EXERCISE DIRECTIONS: Transcribe the data below verbatim from the line with "cases: readonly CaseView[];" to the line with "placeBeside(element, beside);". Include both of those lines.

RECORDS FOR PROCESSING:
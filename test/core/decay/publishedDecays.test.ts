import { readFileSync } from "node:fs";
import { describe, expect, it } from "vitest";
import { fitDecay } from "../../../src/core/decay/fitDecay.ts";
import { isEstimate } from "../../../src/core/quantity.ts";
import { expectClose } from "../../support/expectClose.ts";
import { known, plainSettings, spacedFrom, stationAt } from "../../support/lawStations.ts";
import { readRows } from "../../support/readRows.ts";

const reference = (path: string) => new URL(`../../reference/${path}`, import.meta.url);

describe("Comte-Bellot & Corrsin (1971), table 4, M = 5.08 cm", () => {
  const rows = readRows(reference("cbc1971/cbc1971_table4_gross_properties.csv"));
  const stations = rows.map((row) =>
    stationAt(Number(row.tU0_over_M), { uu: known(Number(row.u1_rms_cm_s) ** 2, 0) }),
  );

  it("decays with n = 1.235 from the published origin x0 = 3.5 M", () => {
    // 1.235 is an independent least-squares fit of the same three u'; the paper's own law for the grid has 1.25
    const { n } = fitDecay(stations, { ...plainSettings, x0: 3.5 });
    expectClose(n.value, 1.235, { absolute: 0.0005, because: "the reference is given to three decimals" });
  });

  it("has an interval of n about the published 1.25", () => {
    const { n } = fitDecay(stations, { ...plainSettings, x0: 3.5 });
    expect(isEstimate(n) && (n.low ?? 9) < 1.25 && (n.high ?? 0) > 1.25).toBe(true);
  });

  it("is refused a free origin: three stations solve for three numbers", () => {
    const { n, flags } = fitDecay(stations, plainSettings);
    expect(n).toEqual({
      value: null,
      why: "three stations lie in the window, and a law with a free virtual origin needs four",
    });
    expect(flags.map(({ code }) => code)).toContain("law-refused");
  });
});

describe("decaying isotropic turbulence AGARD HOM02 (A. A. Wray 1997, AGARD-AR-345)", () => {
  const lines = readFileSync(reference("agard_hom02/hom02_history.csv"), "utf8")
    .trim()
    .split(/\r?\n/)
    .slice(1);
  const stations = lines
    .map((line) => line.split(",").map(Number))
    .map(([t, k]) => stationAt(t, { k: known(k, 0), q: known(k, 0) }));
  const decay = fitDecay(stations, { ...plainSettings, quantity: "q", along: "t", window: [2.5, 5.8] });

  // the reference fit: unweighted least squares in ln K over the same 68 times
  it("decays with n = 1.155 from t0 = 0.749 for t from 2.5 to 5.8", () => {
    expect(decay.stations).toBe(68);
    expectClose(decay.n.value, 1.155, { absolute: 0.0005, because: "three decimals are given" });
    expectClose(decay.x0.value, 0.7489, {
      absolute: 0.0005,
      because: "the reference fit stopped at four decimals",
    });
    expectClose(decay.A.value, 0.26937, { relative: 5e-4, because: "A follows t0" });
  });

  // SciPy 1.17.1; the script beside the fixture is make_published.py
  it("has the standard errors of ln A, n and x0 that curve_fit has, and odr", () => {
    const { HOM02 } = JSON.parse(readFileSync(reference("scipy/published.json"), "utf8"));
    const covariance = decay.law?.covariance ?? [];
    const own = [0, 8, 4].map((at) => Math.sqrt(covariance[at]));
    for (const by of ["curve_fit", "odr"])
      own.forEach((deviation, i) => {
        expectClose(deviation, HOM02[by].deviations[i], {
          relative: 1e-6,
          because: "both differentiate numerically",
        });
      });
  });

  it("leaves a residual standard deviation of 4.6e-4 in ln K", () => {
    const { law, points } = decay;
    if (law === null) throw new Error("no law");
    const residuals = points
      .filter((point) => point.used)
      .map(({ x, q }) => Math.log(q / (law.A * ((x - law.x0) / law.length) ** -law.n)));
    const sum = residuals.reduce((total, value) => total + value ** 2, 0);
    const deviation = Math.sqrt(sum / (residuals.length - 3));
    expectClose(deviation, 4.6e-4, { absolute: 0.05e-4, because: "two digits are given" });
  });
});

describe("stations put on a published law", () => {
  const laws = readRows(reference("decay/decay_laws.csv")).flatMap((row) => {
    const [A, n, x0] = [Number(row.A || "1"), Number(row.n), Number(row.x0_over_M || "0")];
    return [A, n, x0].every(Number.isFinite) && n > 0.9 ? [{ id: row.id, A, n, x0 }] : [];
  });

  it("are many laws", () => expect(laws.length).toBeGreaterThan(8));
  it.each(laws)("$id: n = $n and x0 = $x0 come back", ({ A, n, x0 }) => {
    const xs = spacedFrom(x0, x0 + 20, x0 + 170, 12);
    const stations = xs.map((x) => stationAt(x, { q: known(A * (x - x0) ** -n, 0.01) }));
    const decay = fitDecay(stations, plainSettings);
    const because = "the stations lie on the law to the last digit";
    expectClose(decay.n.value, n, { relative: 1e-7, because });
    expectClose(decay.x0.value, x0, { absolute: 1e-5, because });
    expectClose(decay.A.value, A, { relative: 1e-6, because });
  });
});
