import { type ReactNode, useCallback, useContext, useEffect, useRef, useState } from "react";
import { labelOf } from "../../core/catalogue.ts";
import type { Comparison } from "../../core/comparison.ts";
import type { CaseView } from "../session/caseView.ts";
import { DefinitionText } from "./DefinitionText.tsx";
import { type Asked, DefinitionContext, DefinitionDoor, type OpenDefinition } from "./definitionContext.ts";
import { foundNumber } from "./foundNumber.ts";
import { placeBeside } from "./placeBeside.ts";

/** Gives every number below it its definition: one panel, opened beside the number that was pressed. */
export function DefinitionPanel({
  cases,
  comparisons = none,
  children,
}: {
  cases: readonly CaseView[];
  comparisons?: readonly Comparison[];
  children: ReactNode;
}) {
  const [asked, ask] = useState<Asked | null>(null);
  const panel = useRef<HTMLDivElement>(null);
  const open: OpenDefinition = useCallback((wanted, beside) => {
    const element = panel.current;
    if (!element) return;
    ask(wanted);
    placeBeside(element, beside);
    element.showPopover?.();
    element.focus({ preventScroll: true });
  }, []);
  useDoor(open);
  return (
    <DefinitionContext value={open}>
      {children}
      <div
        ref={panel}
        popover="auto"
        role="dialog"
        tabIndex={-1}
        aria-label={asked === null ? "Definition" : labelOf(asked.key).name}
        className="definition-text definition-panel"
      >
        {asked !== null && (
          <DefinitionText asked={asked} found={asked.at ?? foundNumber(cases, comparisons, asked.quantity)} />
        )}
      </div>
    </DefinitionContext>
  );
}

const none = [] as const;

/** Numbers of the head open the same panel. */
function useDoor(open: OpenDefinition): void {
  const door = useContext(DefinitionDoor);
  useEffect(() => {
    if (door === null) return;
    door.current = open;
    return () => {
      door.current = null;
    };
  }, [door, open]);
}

ANSWER SECTION:
  cases: readonly CaseView[];
  comparisons?: readonly Comparison[];
  children: ReactNode;
}) {
  const [asked, ask] = useState<Asked | null>(null);
  const panel = useRef<HTMLDivElement>(null);
  const open: OpenDefinition = useCallback((wanted, beside) => {
    const element = panel.current;
    if (!element) return;
    ask(wanted);
    placeBeside(element, beside);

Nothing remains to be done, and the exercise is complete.